**REQUIREMENT:** Return the data below exactly, but only from the line containing "extra: dict[str, Any]" through the line containing "Ne differs' test", with both of those lines included.

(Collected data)
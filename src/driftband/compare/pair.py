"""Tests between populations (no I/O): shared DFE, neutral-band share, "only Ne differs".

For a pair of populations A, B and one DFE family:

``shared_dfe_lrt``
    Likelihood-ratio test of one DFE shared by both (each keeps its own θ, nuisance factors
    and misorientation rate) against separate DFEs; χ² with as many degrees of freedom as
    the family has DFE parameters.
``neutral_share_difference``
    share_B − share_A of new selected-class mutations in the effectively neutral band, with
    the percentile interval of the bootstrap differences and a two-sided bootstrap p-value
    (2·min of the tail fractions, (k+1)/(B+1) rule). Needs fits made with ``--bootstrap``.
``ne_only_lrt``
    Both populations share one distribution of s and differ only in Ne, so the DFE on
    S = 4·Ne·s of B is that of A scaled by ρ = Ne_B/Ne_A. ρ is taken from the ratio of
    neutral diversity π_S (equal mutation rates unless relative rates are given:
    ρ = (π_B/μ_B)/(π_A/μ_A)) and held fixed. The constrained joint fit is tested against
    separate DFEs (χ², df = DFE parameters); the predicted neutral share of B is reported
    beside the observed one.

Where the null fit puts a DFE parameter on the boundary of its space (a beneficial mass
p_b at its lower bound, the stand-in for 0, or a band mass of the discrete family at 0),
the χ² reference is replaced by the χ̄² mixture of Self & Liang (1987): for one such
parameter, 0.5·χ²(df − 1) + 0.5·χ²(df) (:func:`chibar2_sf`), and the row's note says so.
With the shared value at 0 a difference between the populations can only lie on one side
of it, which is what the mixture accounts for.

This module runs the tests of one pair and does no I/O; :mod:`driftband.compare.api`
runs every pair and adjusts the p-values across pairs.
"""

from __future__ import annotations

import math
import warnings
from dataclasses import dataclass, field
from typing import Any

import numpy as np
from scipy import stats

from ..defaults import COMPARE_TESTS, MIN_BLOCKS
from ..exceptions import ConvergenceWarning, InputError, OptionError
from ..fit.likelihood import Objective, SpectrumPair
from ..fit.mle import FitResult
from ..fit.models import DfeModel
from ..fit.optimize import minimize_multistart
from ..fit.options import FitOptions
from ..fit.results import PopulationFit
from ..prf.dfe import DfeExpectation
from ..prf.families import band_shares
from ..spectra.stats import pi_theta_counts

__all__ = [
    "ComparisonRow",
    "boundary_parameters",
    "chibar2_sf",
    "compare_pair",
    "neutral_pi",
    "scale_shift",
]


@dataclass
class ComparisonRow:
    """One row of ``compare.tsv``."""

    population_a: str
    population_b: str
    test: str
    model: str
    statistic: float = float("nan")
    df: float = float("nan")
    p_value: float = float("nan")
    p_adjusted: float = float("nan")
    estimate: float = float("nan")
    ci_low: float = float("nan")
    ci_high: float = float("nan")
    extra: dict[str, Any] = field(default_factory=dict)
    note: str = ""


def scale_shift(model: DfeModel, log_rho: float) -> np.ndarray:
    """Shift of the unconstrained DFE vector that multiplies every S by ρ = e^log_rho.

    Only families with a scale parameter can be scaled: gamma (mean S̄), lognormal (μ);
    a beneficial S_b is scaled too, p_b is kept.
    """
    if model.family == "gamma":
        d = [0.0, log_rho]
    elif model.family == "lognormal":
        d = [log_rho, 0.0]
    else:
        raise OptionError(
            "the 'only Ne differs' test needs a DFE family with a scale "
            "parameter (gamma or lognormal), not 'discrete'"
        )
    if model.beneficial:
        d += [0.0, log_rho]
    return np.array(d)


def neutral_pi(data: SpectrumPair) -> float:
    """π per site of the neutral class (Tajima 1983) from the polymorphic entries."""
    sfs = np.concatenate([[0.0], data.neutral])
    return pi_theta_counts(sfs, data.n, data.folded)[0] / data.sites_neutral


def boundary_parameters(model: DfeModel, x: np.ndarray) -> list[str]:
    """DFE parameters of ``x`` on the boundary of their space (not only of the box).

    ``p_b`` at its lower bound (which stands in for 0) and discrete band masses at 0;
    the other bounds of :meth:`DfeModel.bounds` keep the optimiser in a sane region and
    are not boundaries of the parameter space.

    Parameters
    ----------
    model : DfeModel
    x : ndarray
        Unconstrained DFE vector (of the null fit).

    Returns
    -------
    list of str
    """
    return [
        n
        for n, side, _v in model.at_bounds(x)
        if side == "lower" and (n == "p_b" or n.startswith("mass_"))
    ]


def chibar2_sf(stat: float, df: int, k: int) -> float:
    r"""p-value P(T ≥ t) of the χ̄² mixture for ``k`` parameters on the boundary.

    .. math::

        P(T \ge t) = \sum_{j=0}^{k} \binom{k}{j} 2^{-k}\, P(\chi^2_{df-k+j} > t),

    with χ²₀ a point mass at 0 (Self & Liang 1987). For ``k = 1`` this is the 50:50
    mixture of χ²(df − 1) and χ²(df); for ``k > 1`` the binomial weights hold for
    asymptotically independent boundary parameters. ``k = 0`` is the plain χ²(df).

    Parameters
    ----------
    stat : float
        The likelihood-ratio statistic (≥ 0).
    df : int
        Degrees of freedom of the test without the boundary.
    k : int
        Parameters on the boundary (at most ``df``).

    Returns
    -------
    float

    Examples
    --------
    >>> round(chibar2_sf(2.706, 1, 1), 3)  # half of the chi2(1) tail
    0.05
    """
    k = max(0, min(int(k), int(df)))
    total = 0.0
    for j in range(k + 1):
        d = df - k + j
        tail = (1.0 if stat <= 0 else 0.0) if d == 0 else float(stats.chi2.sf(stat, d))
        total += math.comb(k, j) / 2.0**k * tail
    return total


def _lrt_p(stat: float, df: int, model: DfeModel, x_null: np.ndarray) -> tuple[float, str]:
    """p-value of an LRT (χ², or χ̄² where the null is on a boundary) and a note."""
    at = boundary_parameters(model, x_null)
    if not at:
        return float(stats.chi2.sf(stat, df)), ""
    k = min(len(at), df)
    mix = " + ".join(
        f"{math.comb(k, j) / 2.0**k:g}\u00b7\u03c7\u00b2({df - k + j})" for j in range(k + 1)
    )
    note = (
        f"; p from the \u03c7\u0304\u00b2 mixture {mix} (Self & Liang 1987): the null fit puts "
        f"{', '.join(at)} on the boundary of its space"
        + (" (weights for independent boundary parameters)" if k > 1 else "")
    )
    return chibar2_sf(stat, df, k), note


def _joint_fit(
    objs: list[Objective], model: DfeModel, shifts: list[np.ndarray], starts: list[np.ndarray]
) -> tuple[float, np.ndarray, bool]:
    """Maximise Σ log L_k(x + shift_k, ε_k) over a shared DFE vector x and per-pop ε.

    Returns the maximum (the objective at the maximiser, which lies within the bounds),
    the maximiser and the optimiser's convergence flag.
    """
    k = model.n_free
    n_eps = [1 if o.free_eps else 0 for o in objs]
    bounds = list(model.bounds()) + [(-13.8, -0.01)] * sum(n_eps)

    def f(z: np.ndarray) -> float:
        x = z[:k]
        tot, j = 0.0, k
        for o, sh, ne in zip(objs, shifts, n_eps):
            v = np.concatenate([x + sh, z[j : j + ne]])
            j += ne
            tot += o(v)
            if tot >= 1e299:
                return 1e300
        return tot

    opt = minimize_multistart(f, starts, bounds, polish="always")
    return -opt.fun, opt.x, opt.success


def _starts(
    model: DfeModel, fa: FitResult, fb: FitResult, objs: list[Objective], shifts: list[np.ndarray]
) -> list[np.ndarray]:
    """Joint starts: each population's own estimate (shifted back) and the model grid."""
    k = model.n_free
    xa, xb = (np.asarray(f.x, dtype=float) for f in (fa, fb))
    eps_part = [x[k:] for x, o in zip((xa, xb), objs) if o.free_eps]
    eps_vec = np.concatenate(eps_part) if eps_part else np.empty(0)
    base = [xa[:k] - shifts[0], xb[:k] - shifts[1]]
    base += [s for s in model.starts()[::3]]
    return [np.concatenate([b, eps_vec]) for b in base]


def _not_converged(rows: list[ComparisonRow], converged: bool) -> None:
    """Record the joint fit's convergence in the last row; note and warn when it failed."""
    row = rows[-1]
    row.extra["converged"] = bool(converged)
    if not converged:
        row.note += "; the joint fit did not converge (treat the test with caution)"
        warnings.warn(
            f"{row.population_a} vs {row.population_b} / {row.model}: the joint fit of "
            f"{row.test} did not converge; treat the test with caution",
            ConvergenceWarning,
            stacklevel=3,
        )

**YOUR RESPONSE:**
    extra: dict[str, Any] = field(default_factory=dict)
    note: str = ""


def scale_shift(model: DfeModel, log_rho: float) -> np.ndarray:
    """Shift of the unconstrained DFE vector that multiplies every S by ρ = e^log_rho.

    Only families with a scale parameter can be scaled: gamma (mean S̄), lognormal (μ);
    a beneficial S_b is scaled too, p_b is kept.
    """
    if model.family == "gamma":
        d = [0.0, log_rho]
    elif model.family == "lognormal":
        d = [log_rho, 0.0]
    else:
        raise OptionError(
            "the 'only Ne differs' test needs a DFE family with a scale "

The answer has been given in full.